Other good grownups books I've loved since last posting for #IMWYR :

1. Hamnet (five stars! *****)

2. Another (I've read several during this too-long pandemic)  Laura Lippman novel- my warm-glass-of-milk at bedtime books

3. The Keeper of Lost Dreams, which I mostly enjoyed though I'm not a fan of ghosts/ spirits, even when they take a minor role.

 

 

 

Sunday, December 27, 2020

Sweeping out The Old Year(s)

 

    What else does one do on a cold-for-Florida Sunday afternoon but clear out files, right? 
    Most of our neighbors with kids have boxes and boxes piled in their recycling bins. I have pages and pages.
 

 
    I sent a lot of the more interesting ephemera from my books to the University of Southern Mississippi's deGrummond Children's Literature Collection. But I kept a few "gems." 
Like a whole file of rejection letters for GLORY BE. The original title was Junk Poker. No wonder it was rejected. 
Actually, it was rejected also because 
1. The time wasn't right. 
2. Historical fiction wasn't selling. 
3. Nobody wanted to read about the 60s. 
4. That editor who requested your manuscript has left the publisher. etc etc etc. 
 
    I also found many, many chapters with comments from various writer friends/ critique partners/ cold readers. It was like a walk down memory lane as well as a reminder that this journey didn't happen overnight. Or even over-a-year. 
But I loved that story a lot so I refused to give up. That, I suspect, was the trick. That's how you have to feel about what you've written. You have to feel in your heart that it's a book kids need to read. A book teachers will want to share. A book families can read together. And a book that, with a new title like GLORY BE, will end up in school libraries and classrooms. You'll get letters from kids telling you they love it, telling you what you messed up, telling you you need to write more stories about Glory, her sister, her sister's boyfriend, and Emma. Even if you can't do that, the letters make you feel like a million dollars.
 
    So for all you writers out there. Turn the calendar page to a new and glorious year and write like kids are waiting.  You never know what 2021 will bring. 
 
 
 
On one of my favorite, ever, Author Visit days, a boy gave me his very realistic drawing of the fabulous cover art. He told me he'd originally left out the "L" in Glory. But not to worry, he said, and he laughed, "It's fixed now."  It makes me smile every time I remember that day. Titles are pretty important. Not sure Gory Be would have caught an agent's eye any better than Junk Poker.
 

 

 
 

Monday, December 7, 2020

MONDAY READING

 


It's been a very long time since I posted any IT'S MONDAY! WHAT ARE YOU READING? reviews. 

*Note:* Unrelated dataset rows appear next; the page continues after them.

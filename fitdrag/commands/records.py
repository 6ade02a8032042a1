"""``fitdrag records``: list, show and export the certificates on record."""

from __future__ import annotations

import argparse
import json
import math
from pathlib import Path

#: The default records database: fitdrag.run.records.DEFAULT_FILENAME, written out so that
#: building the parser does not load the records module (a test checks that the two agree).
DEFAULT_FILENAME = "records.sqlite"


def register(subparsers) -> argparse.ArgumentParser:
    p = subparsers.add_parser(
        "records",
        help="list, show or export issued certificates from a records database",
        description=(
            "Read the records database that 'fitdrag run' keeps: every certificate issued, "
            "with its job file, input hashes, result and output files.  Records are never "
            "changed; a corrected certificate is a new record that names the one it replaces."
        ),
        epilog=(
            "Example: fitdrag records --records out/records.sqlite list\n"
            "         fitdrag records --records out/records.sqlite show FD-2026-000001\n"
            "         fitdrag records --records out/records.sqlite export all.csv\n"
            "         fitdrag records --records out/records.sqlite chart REF-40-A -o chart.png\n\n"
            "Exit codes: 0 done, 1 a bug (with a traceback), 2 bad arguments, no such "
            "database or certificate, or an existing output file without --force; 7 (chart) "
            "the latest result is out of control."
        ),
        formatter_class=argparse.RawDescriptionHelpFormatter,
    )
    p.add_argument(
        "--records",
        metavar="PATH",
        default=DEFAULT_FILENAME,
        help=f"records database file (default: ./{DEFAULT_FILENAME})",
    )
    # --records may also follow the action ("fitdrag records list --records PATH")
    common = argparse.ArgumentParser(add_help=False)
    common.add_argument("--records", metavar="PATH", default=argparse.SUPPRESS,
                        help="records database file")  # fmt: skip
    sub = p.add_subparsers(dest="action", metavar="ACTION", required=True)
    sub.add_parser("list", parents=[common], help="one line per certificate, oldest first")
    show = sub.add_parser("show", parents=[common], help="everything stored for one certificate")
    show.add_argument("number", metavar="NUMBER", help="certificate number, e.g. FD-2026-000001")
    show.add_argument("--job", action="store_true", help="also print the stored job file text")
    show.add_argument("--json", action="store_true", help="print only the stored result JSON")
    exp = sub.add_parser("export", parents=[common], help="write a CSV summary of every record")
    exp.add_argument("csv", metavar="CSV", help="output CSV file")
    exp.add_argument("--force", action="store_true", help="overwrite an existing CSV file")
    ch = sub.add_parser(
        "chart", parents=[common],
        help="control chart of one specimen's Cd over time (a check standard)",
        description="Control chart of one specimen's results on record, oldest first: the "
        "Shewhart tests for special causes (1, 2, 3, 5, 6) and an EWMA chart; the centre line "
        "and sigma from its first results (--baseline) or as stated (--centre, --sigma). "
        "Prints every out-of-control point; exits 7 when the latest one is out of control.",
    )  # fmt: skip
    ch.add_argument("specimen", metavar="SPECIMEN_ID", help="the specimen's id, e.g. REF-40-A")
    ch.add_argument("-o", "--output", metavar="PNG", default=None, help="write the chart here")
    ch.add_argument("--baseline", type=int, default=None, metavar="N",
                    help="estimate the centre line and sigma from the first N results "
                    "(default: 10, or all when fewer)")  # fmt: skip
    ch.add_argument("--centre", type=float, default=None, help="stated centre line (Cd)")
    ch.add_argument("--sigma", type=float, default=None,
                    help="stated standard deviation of the check standard's results")  # fmt: skip
    ch.add_argument("--lambda", dest="lam", type=float, default=0.2,
                    help="EWMA weight of the newest result (default 0.2)")  # fmt: skip
    ch.add_argument("--force", action="store_true", help="overwrite an existing PNG file")
    return p


def _num(x, fmt="{:.4g}") -> str:
    if x is None or (isinstance(x, float) and not math.isfinite(x)):
        return "-"
    return fmt.format(x)


def _chart(args) -> int:
    from fitdrag.errors import EXIT_OK, EXIT_OUT_OF_CONTROL
    from fitdrag.run.check_standard import chart_from_records, write_chart

    sc = chart_from_records(args.records, args.specimen, baseline=args.baseline,
                            centre=args.centre, sigma=args.sigma, lam=args.lam)  # fmt: skip
    ch = sc.chart
    lim = ch.limits
    print(f"check standard {args.specimen}: {len(ch.values)} result(s), oldest first")
    print(f"  centre line {lim.centre:.4g}, sigma {lim.sigma:.2g}: {lim.source}")
    print(f"  EWMA: lambda {ch.lam:g}, limits at L = {ch.L:g}")
    lines = sc.report_lines()
    print(f"{len(lines)} point(s) out of control" + (":" if lines else ""))
    for ln in lines:
        print(ln)
    for ln in sc.legend():
        print(ln)
    if args.output:
        print(f"chart written to {write_chart(sc, args.output, force=args.force)}")
    if ch.latest_out_of_control:
        print(f"the latest result ({sc.numbers[-1]}) is out of control")
        return EXIT_OUT_OF_CONTROL
    return EXIT_OK


def run(args) -> int:
    from fitdrag.run.records import Records

    if args.action == "chart":
        return _chart(args)
    db = Records(Path(args.records), create=False)
    if args.action == "list":
        recs = db.list()
        if not recs:
            print(f"no certificates on record in {args.records}")
            return 0
        head = f"{'number':<16} {'issued':<25} {'specimen':<16} {'Cd':>8} {'U':>8}  decision"
        print(head)
        for r in recs:
            note = f" (replaces {r.replaces})" if r.replaces else ""
            note += f" [replaced by {r.replaced_by}]" if r.replaced_by else ""
            print(
                f"{r.number:<16} {r.issued_at:<25} {(r.specimen_id or '-'):<16} "
                f"{_num(r.drag_coefficient):>8} {_num(r.expanded_uncertainty):>8}  "
                f"{r.decision or '-'}{note}"
            )
        return 0
    if args.action == "show":
        r = db.get(args.number)
        if args.json:
            print(json.dumps(r.result, indent=2, sort_keys=True))
            return 0
        print(f"certificate      {r.number}")
        print(f"issued           {r.issued_at}")
        if r.replaces:
            print(f"replaces         {r.replaces}")
        if r.replaced_by:
            print(f"replaced by      {r.replaced_by}")
        print(f"customer         {r.customer or '-'}")
        print(f"specimen         {r.specimen_id or '-'}")
        print(f"drag coefficient {_num(r.drag_coefficient, '{:.6g}')}")
        print(
            f"expanded unc. U  {_num(r.expanded_uncertainty, '{:.2g}')} "
            f"(k = {_num(r.coverage_factor, '{:.2f}')})"
        )
        print(f"decision         {r.decision or '-'}")
        print(f"software         {r.software_version or '-'}")
        print(f"job file         {r.job_path or '-'}")
        print("input files (SHA-256):")
        for path, digest in sorted(r.input_hashes.items()):
            print(f"  {digest}  {path}")
        print("outputs:")
        for kind, path in sorted(r.outputs.items()):
            print(f"  {kind:<12} {path}")
        if args.job:
            print("job file text:")
            print(r.job_text or "")
        return 0
    out = db.export_csv(Path(args.csv), force=args.force)
    print(f"wrote {len(db)} record(s) to {out}")
    return 0
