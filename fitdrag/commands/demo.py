"""``fitdrag demo [DIR]``: the whole job on synthetic data, from footage to certificate."""

from __future__ import annotations

import argparse
import sys

from fitdrag.errors import ConvergenceError, exit_code_for_decision

NAME = "demo"

#: The demo's default directory: fitdrag.run.demo.DEFAULT_DIRECTORY, written out so that
#: building the parser does not load the demo (a test checks that the two agree).
DEFAULT_DIRECTORY = "fitdrag-demo"

EXAMPLE = """\
Example:
  fitdrag demo                    # everything goes to ./fitdrag-demo
  fitdrag demo /tmp/try-fitdrag   # or to a directory of your choice

An invented laboratory checks a 65 mm foam training ball from a production lot against the
stated Cd = 0.50 +- 0.05 (guarded acceptance).  The footage is synthetic: rendered from a
simulated flight with Cd = 0.49 and a fixed seed, with ArUco markers in the plane of flight.
Steps: footage -> markers and calibration -> ball detection -> track CSV -> job file ->
fit -> GUM budget (+ Monte Carlo check) -> decision -> certificate PDF/PNG + JSON -> record.

Running it again reuses the footage and issues a new certificate number that replaces the
previous demo certificate (both stay on record).  If you edited a file in DIR, the run stops
and names it; --force renders and writes everything again.  Nothing is written outside DIR.

Exit codes: 0 certificate issued with PASS, 1 a bug (with a traceback), 2 bad arguments or
an edited file in DIR, 3 the fit did not converge; 4 FAIL, 5 conditional pass, 6 conditional
fail (the decision on the certificate).
"""


def register(sub) -> argparse.ArgumentParser:
    p = sub.add_parser(
        NAME,
        help="run the whole job on synthetic footage (a demonstration)",
        description="Run the full measurement on bundled synthetic data: render footage of "
        "a simulated throw, track the ball, fit Cd, build the uncertainty budget, decide "
        "conformity, and issue a certificate (PDF/PNG) and a record, all inside DIR. "
        "Takes about half a minute.",
        epilog=EXAMPLE,
        formatter_class=argparse.RawDescriptionHelpFormatter,
    )
    p.add_argument(
        "directory", nargs="?", default=DEFAULT_DIRECTORY, metavar="DIR",
        help=f"directory for every file the demo writes (default: ./{DEFAULT_DIRECTORY})",
    )  # fmt: skip
    p.add_argument(
        "--force", action="store_true",
        help="render the footage again and overwrite the demo's files in DIR",
    )  # fmt: skip
    p.add_argument("--quiet", action="store_true", help="no step messages or progress bars")
    _reject_unknown(p)
    return p


def _reject_unknown(parser: argparse.ArgumentParser) -> None:
    """Make this sub-command report unknown options itself ("fitdrag demo: error: ...").

    With no required argument, argparse would hand unknown options to the top-level parser,
    whose message names no command.
    """
    known = parser.parse_known_args

    def parse_known_args(args=None, namespace=None):
        ns, extras = known(args, namespace)
        if extras:
            parser.error(f"unrecognized arguments: {' '.join(extras)}")
        return ns, extras

    parser.parse_known_args = parse_known_args


def run(args) -> int:
    from fitdrag.run.demo import display_path, run_demo

    print(
        f"fitdrag demo: a synthetic demonstration (invented laboratory, simulated ball) in "
        f"{args.directory}/",
        flush=True,
    )
    try:
        res = run_demo(args.directory, force=args.force, progress=not args.quiet)
    except ConvergenceError as exc:
        print(f"fitdrag demo: {exc}; no certificate issued.", file=sys.stderr)
        return ConvergenceError.exit_code
    print()
    print(res.summary)
    issued = f"certificate {res.certificate_number} issued"
    if res.replaces:
        issued += f", replacing {res.replaces} (an earlier demo run)"
    print(issued)
    rows = [
        ("footage", res.footage, "synthetic" + (", reused" if res.footage_reused else "")),
        ("footage truth", res.truth, "exact positions and parameters"),
        ("track", res.track, "found in the footage by fitdrag track"),
        ("track picture", res.preview, "the detected track over one frame"),
        ("job file", res.job, "rerun it with: fitdrag run"),
        ("certificate", res.certificate_pdf, ""),
        ("certificate page 1", res.certificate_png, ""),
        ("result", res.result_json, "everything, as JSON"),
        (
            "records database",
            res.records,
            f"list it: fitdrag records --records {display_path(res.records)} list",
        ),
    ]
    for label, path, note in rows:
        print(f"  {label:<19} {display_path(path)}" + (f"   ({note})" if note else ""))
    diff = res.drag_coefficient - res.true_cd
    inside = abs(diff) <= res.expanded_uncertainty
    print(
        f"check against the truth: the footage was rendered with Cd = {res.true_cd:g}; "
        f"measured minus true = {diff:+.4f}, "
        + ("inside" if inside else "OUTSIDE")
        + f" the expanded uncertainty U = {res.expanded_uncertainty:.4f}."
    )
    print(f"done in {res.elapsed:.0f} s.")
    return exit_code_for_decision(res.decision)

 But that doesn't mean I haven't been reading.

Hats way off to my teacher and librarian friends who've managed to read, review, and blog about so many books.

Two middle-grade novels stand out in my reading month. The first is a novel told in two voices by my friend Shannon Hitchcock and her co-writer, N.H. Senzai, FLYING OVER WATER. I bought this one at their launch party, complete with a signed bookplate. (I think you can get the same by checking with our fabulous local independent bookstore, TOMBOLO BOOKS in St. Petersburg, FL.) I bought it for a young reader who's a competitive swimmer and I've already mailed it off so I can't quote from it, but it was a very fast-moving story, with excellent depictions of real kids. The Florida middle-grader in the book (Shannon's voice) is a swimmer whose family supports a newly-arrived Muslim family, refugees from Aleppo. The telling feels real, it's fast-moving, and the background of the 2017 immigration restrictions takes the story even deeper. 

The second fascinating, couldn't-wait-to-read Middle Grade novel finished this week is by a favorite author, Shelley Pearsall. I've read a couple of her other books and heard this one recommended by lots of bloggers and readers. THINGS SEEN FROM ABOVE lived up to the hype! 

Such an unusual and interesting topic. Lots of Food for Thought and character growth and the kids mostly turn out to be just fine. There are two voices in this one also, but Pearsall writes them both. The two characters interact, mostly on the playground, as April fulfills her duties as Buddy Bench volunteer. JoeyByrd (his preferred way of signing his name) is a fascinating kid with much to teach his classmates. I particularly loved the school maintenance guy, Mr. Ulysses. And April's new friend, Veena, from the Buddy Bench, who started out as a shy newcomer and found her way and a friendship. Shelley Pearsall has the perfect touch with her secondary characters. My copy gets returned to our library today where I hope it will be snatched up by a young reader.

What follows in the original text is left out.